Dataset: Begin
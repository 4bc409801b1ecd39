"""The demo town's renewal inputs: invented CCTV grades and one invented critical area.

An inspection table (one row per surveyed pipe: structural and service grades on a 1 to 5 scale,
5 the worst, in the town's own convention) and a rail corridor, a strip of land that a railway
crosses the western district in. Both are invented for the demo and listed in ERRORS.md.
"""

from __future__ import annotations

import numpy as np
import pandas as pd
import shapely

from _sample_town.plan import ORIGIN_E

#: Where the invented railway crosses the town, east of the western outfall, and its width [m].
RAIL_EASTING_M, RAIL_WIDTH_M = ORIGIN_E + 900.0, 30.0
SURVEYED_SHARE = 0.08  # share of pipes with a CCTV survey on record


def inspection_table(table: pd.DataFrame, pipes: pd.DataFrame, rng: np.random.Generator) -> tuple[pd.DataFrame, list[tuple[str, str]]]:
    """Grades for a sample of pipes, with two planted findings: a brick trunk pipe cracked and
    deformed (structural 5), and a lateral choked with roots (service 5). Returns the table and
    the notes for ERRORS.md (reference, detail)."""
    refs = table["asset_ref"].to_numpy(dtype=object)
    surveyed = np.sort(rng.choice(len(refs), size=max(int(SURVEYED_SHARE * len(refs)), 4), replace=False))
    structural = rng.choice([1, 1, 2, 2, 3], size=surveyed.size)
    service = rng.choice([1, 2, 2, 3], size=surveyed.size)
    brick = np.flatnonzero(pipes["egg"].to_numpy())
    lateral = np.setdiff1d(np.arange(len(refs)), brick)
    cracked, choked = int(brick[len(brick) // 2]), int(lateral[rng.integers(len(lateral))])
    rows = pd.DataFrame({"ASSET": refs[surveyed], "SRM_GRADE": structural, "OPS_GRADE": service, "SURVEYED": "2019-06-14"})
    planted = pd.DataFrame({"ASSET": refs[[cracked, choked]], "SRM_GRADE": [5, 2], "OPS_GRADE": [2, 5], "SURVEYED": ["2021-03-02", "2022-10-19"]})
    notes = [(str(refs[cracked]), "brick trunk cracked and deformed: structural grade 5 (inspections)"),
             (str(refs[choked]), "lateral choked with roots: service grade 5 (inspections)")]  # fmt: skip
    merged = pd.concat([rows[~rows["ASSET"].isin(planted["ASSET"])], planted], ignore_index=True)
    return merged.sort_values("ASSET", ignore_index=True), notes


def rail_corridor(nodes: pd.DataFrame) -> shapely.Polygon:
    """A strip of land across the whole town from south to north, where a railway runs."""
    south, north = float(nodes["y"].min()) - 50.0, float(nodes["y"].max()) + 50.0
    return shapely.box(RAIL_EASTING_M - RAIL_WIDTH_M / 2, south, RAIL_EASTING_M + RAIL_WIDTH_M / 2, north)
Dataset: End
→ Requirement:
Give an exact copy of every line from the one holding "from __future__ import annotations" through the end of the records, both included, and no other lines.

→ Response area:
from __future__ import annotations

import numpy as np
import pandas as pd
import shapely

from _sample_town.plan import ORIGIN_E

#: Where the invented railway crosses the town, east of the western outfall, and its width [m].
RAIL_EASTING_M, RAIL_WIDTH_M = ORIGIN_E + 900.0, 30.0
SURVEYED_SHARE = 0.08  # share of pipes with a CCTV survey on record


def inspection_table(table: pd.DataFrame, pipes: pd.DataFrame, rng: np.random.Generator) -> tuple[pd.DataFrame, list[tuple[str, str]]]:
    """Grades for a sample of pipes, with two planted findings: a brick trunk pipe cracked and
    deformed (structural 5), and a lateral choked with roots (service 5). Returns the table and
    the notes for ERRORS.md (reference, detail)."""
    refs = table["asset_ref"].to_numpy(dtype=object)
    surveyed = np.sort(rng.choice(len(refs), size=max(int(SURVEYED_SHARE * len(refs)), 4), replace=False))
    structural = rng.choice([1, 1, 2, 2, 3], size=surveyed.size)
    service = rng.choice([1, 2, 2, 3], size=surveyed.size)
    brick = np.flatnonzero(pipes["egg"].to_numpy())
    lateral = np.setdiff1d(np.arange(len(refs)), brick)
    cracked, choked = int(brick[len(brick) // 2]), int(lateral[rng.integers(len(lateral))])
    rows = pd.DataFrame({"ASSET": refs[surveyed], "SRM_GRADE": structural, "OPS_GRADE": service, "SURVEYED": "2019-06-14"})
    planted = pd.DataFrame({"ASSET": refs[[cracked, choked]], "SRM_GRADE": [5, 2], "OPS_GRADE": [2, 5], "SURVEYED": ["2021-03-02", "2022-10-19"]})
    notes = [(str(refs[cracked]), "brick trunk cracked and deformed: structural grade 5 (inspections)"),
             (str(refs[choked]), "lateral choked with roots: service grade 5 (inspections)")]  # fmt: skip
    merged = pd.concat([rows[~rows["ASSET"].isin(planted["ASSET"])], planted], ignore_index=True)
    return merged.sort_values("ASSET", ignore_index=True), notes


def rail_corridor(nodes: pd.DataFrame) -> shapely.Polygon:
    """A strip of land across the whole town from south to north, where a railway runs."""
    south, north = float(nodes["y"].min()) - 50.0, float(nodes["y"].max()) + 50.0
    return shapely.box(RAIL_EASTING_M - RAIL_WIDTH_M / 2, south, RAIL_EASTING_M + RAIL_WIDTH_M / 2, north)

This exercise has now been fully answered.